Developing a Dorking Museum children’s book at the height of a pandemic

by Peter Brown

Dear Friends,

There is no more poignant sight in our town today than the Dorking Cockerel on the A24/A25 roundabout.  Like the shop window mannequin in H.G. Wells Time Machine, Mr Cockerel’s numerous outfits always seem to reflect the mood of the day while putting smiles on faces.  We are all children at heart.

Before this all kicked off, I was writing the outline treatment for a new Dorking Museum children’s action book.  The idea is to present a miscellany of family activities, based around our local history and landscape, to fire the imagination of inquisitive young minds.  Little did any of us know that the hand of the present was about to make its mark so forcibly on human history.  

Just when I thought everything would go on hold for months on end, I received the most heart-warming email from the mother of a local boy, Charlie, who is fascinated by fossils.  Mum included a photo of Charlie with his fossil collection (see below).  At home because of the lockdown, he had been taking part in a group videocall with his friends where they were discussing the fossils in his astounding collection!  Charlie wasn’t going to let a global pandemic or his confinement get in the way get in the way of his hobbies and discussing them face to face with his friends.   

We can learn a lot from Charlie and his generation about pursuing our interests and keeping in touch with friends in a lockdown.  We just have to think sideways.

As the Dorking Museum community, the thing that brings us all together is our shared passion for history and heritage – and history is happening in front of our eyes.  The museum’s new blog will help keep us all in touch with what we are doing.
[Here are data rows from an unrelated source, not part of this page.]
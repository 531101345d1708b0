// SPDX-License-Identifier: GPL-3.0-or-later
#include "core/certificate/SplitSection.h"

#include "core/base/Rounding.h"
#include "core/certificate/ShortText.h"
#include "core/performance/LoadingRange.h"

#include <algorithm>

namespace spanwright {

namespace {

constexpr int SquareDigits = 4, RatioDigits = 3;

Digits significant(double value, int digits) {
    return shortText(std::stod(significantDigits(value, digits)));
}

/// Sums of squares differ by orders of magnitude: plain digits where they are few, else with an exponent.
Digits square(double value) {
    return significantDigits(value, SquareDigits);
}

Digits probability(double p) {
    return p < 0.001 ? "<0.001" : roundedText(p, 3);
}

SplitTableLine printed(const SplitLine& from, double total, double noise) {
    const SplitRow& row = from.row;
    SplitTableLine line;
    line.part = from.part;
    line.test = from.test;
    line.level = from.level;
    line.sumOfSquares = square(row.ss);
    line.degreesOfFreedom = row.df;
    if (row.ms)
        line.meanSquare = square(*row.ms);
    if (row.f)
        line.f = significantDigits(*row.f, RatioDigits);
    if (row.p)
        line.p = probability(*row.p);
    if (from.test == SplitLine::Test::Chain && total > 0)
        line.share = row.ss / total;
    if (from.test == SplitLine::Test::Chain && from.level > 0 && from.part != SplitPart::Regression && noise > 0)
        line.noiseShare = row.ss / noise;
    return line;
}

Digits percent(const std::optional<double>& value) {
    constexpr int decimals = 4;
    return value ? roundedText(*value, decimals) : Digits{};
}

} // namespace

std::optional<SplitSection> splitSection(const PhaseEvaluation& phase) {
    if (!phase.fit || !phase.split)
        return std::nullopt;
    const VarianceSplit& split = *phase.split;
    SplitSection section;
    section.function = phase.fit->function;
    section.direction = phase.fit->direction;
    section.weighted = phase.fit->weights != Weights::Equal;
    section.against = split.against;
    for (const SplitLine& line : splitLines(split))
        section.lines.push_back(printed(line, split.total.ss, split.residual.ss));
    return section;
}

std::optional<ForceSection> forceSection(const PhaseEvaluation& phase) {
    if (!phase.force)
        return std::nullopt;
    constexpr int meanDigits = 7; // of the smallest deflection
    constexpr int forceDigits = 9;
    const ForceFigures& figures = *phase.force;
    const int decimals = figures.steps.empty() ? 0 : decimalsFor(figures.steps.front().mean, meanDigits);
    ForceSection section;
    int place = 0;
    for (const ForceStep& step : figures.steps)
        place = std::max(place, decimalsIn(significant(step.force, forceDigits)));
    for (const ForceStep& step : figures.steps)
        section.steps.push_back({roundedText(step.force, place), roundedText(step.mean, decimals), percent(step.reproducibility), percent(step.repeatability),
                                 percent(step.interpolation), percent(step.reversibility)});
    section.zero = percent(figures.zero);
    section.degree = figures.degree;
    section.interpolationDegree = figures.interpolationDegree;
    section.lowerLimitFactor = significant(figures.lowerLimitFactor, RatioDigits);
    section.lowerLimitForce = significant(figures.lowerLimitForce, RatioDigits);
    section.lowestForceClassA = significant(loadingRange(figures, figures.lowestForceClassA).from, RatioDigits);
    section.lowestForceClassAA = significant(loadingRange(figures, figures.lowestForceClassAA).from, RatioDigits);
    return section;
}

} // namespace spanwright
Perhaps it will inspire new interests.

One thing we can all do without leaving our homes is observe and record history in action. We owe this to future historians. Whenever the opportunity arises (within the infection control restrictions) photographers, diarists, poets, painters, sculptors, etc, should capture the moments in this extraordinary period.  History is happening at home as well as outside in the wider world and we are all eyewitnesses.  That goes for our children too.  We can all capture these events from our own perspectives.

I’m already hearing from friends, working at home using videoconferencing (instead of jetting off to meetings in Europe and beyond), how their enforced confinement is giving them more quality time to spend with their families.  What began as ‘apocalyptic’ empty streets and skies is now being relished as silence. A mixed blessing for many, I know, especially for those employed at Gatwick or Heathrow.  Yet people are also appreciating the sound of birdsong and I’m told young Charlie is going outside in the evenings with his bat detector! 

Whatever happens over the next few weeks and months, we are likely to emerge into a very different world from the one we left behind six weeks ago. 

We must observe and record these changes, in the ways that we work best.  For the children’s book it would be particularly interesting to follow these events through young eyes.  Photos of activities will be useful (I can post a suggested list later) as well as children’s diaries and artworks.  Please send anything you have to dinosaurpdb@gmail.com

When the time is right, I’d love to collate these records for Dorking Museum so they can be used for future projects and kept safe for the historians of tomorrow. 

Thank you, and please stay safe.

Best wishes,

Peter Brown

Author of The Vanishing River of Box Hill.